= W. P. C. Davies =

British Lions & England international rugby union player (1928–2018)

William Philip Cathcart Davies (6 August 1928 – 25 January 2018) played rugby union at centre for Evesham RUFC, Cheltenham RUFC, Cambridge University, Harlequins, England and the British Lions (South Africa 1955).

Davies was born at Abberley, Worcestershire. He was educated at Denstone College, Staffordshire, and St Catharine's College, Cambridge. He was a member of the Cambridge University RFC tour to Japan in 1953, the first one by Cambridge after the Second World War. It took place after Oxford had toured in the previous year. He was widely considered to be an excellent centre of great physical power, and achieved a measure of celebrity in his time.

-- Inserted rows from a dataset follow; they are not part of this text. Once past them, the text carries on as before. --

"""Editions of one calendar: several places, clocks and languages from one set of events in one run.

A file of editions holds one table an edition::

    [north]
    site = "Lantern Hill"  # a site's name or LATITUDE,LONGITUDE[,ELEVATION_M]
    language = "de"

    [harbour]
    zone = "Australia/Adelaide"  # a clock alone: local dates, but nothing about what can be seen

Each names a ``site`` or a ``zone``, or both (then the zone's clock is used at the site). ``language`` may be
left out. Ids of events never depend on the edition.
"""

from __future__ import annotations

import re
import tomllib
from collections.abc import Mapping
from dataclasses import dataclass
from pathlib import Path
from typing import Any, Final

from wanderers.errors import UsageProblem, WanderersError
from wanderers.files import why_unreadable
from wanderers.report.phrases.language import REFERENCE, Language, language
from wanderers.site.zones import Zone, zone_named

KEYS: Final = ("site", "zone", "language")
NAME: Final = re.compile(r"[A-Za-z0-9][A-Za-z0-9_-]*")
"""Names become parts of file names."""
EXAMPLE: Final = 'write [NAME] and below it site = "..." or zone = "Europe/Berlin"'


class EditionError(UsageProblem, LookupError):
    """An edition that cannot be understood."""


class EditionFileError(WanderersError):
    """A file of editions that cannot be read or is no TOML."""


@dataclass(frozen=True, slots=True)
class Edition:
    """One edition.

    Attributes:
        name: what it is called; no two of a file differ only in case.
        site: the site as written, to be looked up where sites are known; None without one.
        zone: the clock asked for; None takes the site's own.
        words: the language.
    """

    name: str
    site: str | None
    zone: Zone | None
    words: Language


def read_editions(path: Path) -> tuple[Edition, ...]:
    """Return the editions of a TOML file, in the order written.

    Raises:
        EditionFileError: the file cannot be read or is no TOML.
        EditionError: there is none, or one cannot be understood.
        UnknownNameError: a zone or a language does not exist.
    """
    try:
        tables = tomllib.loads(path.read_text(encoding="utf-8"))
    except (OSError, UnicodeDecodeError) as error:
        raise EditionFileError(f"cannot read the editions in {path}: {why_unreadable(error)}") from error
    except tomllib.TOMLDecodeError as error:
        raise EditionFileError(f"{path} is no TOML: {error}; {EXAMPLE}") from error
    return editions(tables, str(path))


def editions(tables: Mapping[str, Any], source: str) -> tuple[Edition, ...]:
    """Return the editions of tables already read; ``source`` names them in messages.

    Raises:
        EditionError: there is none, or one cannot be understood.
        UnknownNameError: a zone or a language does not exist.
    """
    if not tables:
        raise EditionError(f"{source} holds no edition: {EXAMPLE}")
    found = tuple(_edition(name, table, source) for name, table in tables.items())
    seen: dict[str, str] = {}
    for name in tables:
        if seen.setdefault(name.casefold(), name) != name:
            first = seen[name.casefold()]
            raise EditionError(f"{source}: editions '{first}' and '{name}' would share files: rename one")
    return found


def _edition(name: str, table: Any, source: str) -> Edition:
    where = f"{source}: edition '{name}'"
    if not NAME.fullmatch(name):
        raise EditionError(f"{where} needs a name of letters, digits, - and _, for it names files")
    if not isinstance(table, Mapping):
        raise EditionError(f"{where} is no table: {EXAMPLE}")
    for key, value in table.items():
        if key not in KEYS:
            raise EditionError(f"{where} has an unknown key '{key}': use {', '.join(KEYS)}")
        if not isinstance(value, str) or not value.strip():
            raise EditionError(f"{where}: {key} must be a text in quotes")
    site, zone = table.get("site"), table.get("zone")
    if site is None and zone is None:
        raise EditionError(f"{where} has neither site nor zone: give one of them")
    words = language(table.get("language", REFERENCE))
    return Edition(name, site, None if zone is None else zone_named(zone), words)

From 1953 to 1959 he taught biology at Christ's Hospital school in Horsham, Sussex. The school gave him special leave for the British Lions tour of South Africa, which overlapped with the start of the school year. He left to become a preparatory school headmaster, first at Smallwood Manor, Uttoxeter, Staffordshire, then at Cheltenham College Junior School, Gloucestershire, and served in that post from 1964 to 1986.

A memorial service was held for him in Cheltenham College Chapel on 22 September 2018. It was attended by Steve Boyle on behalf of the British Lions.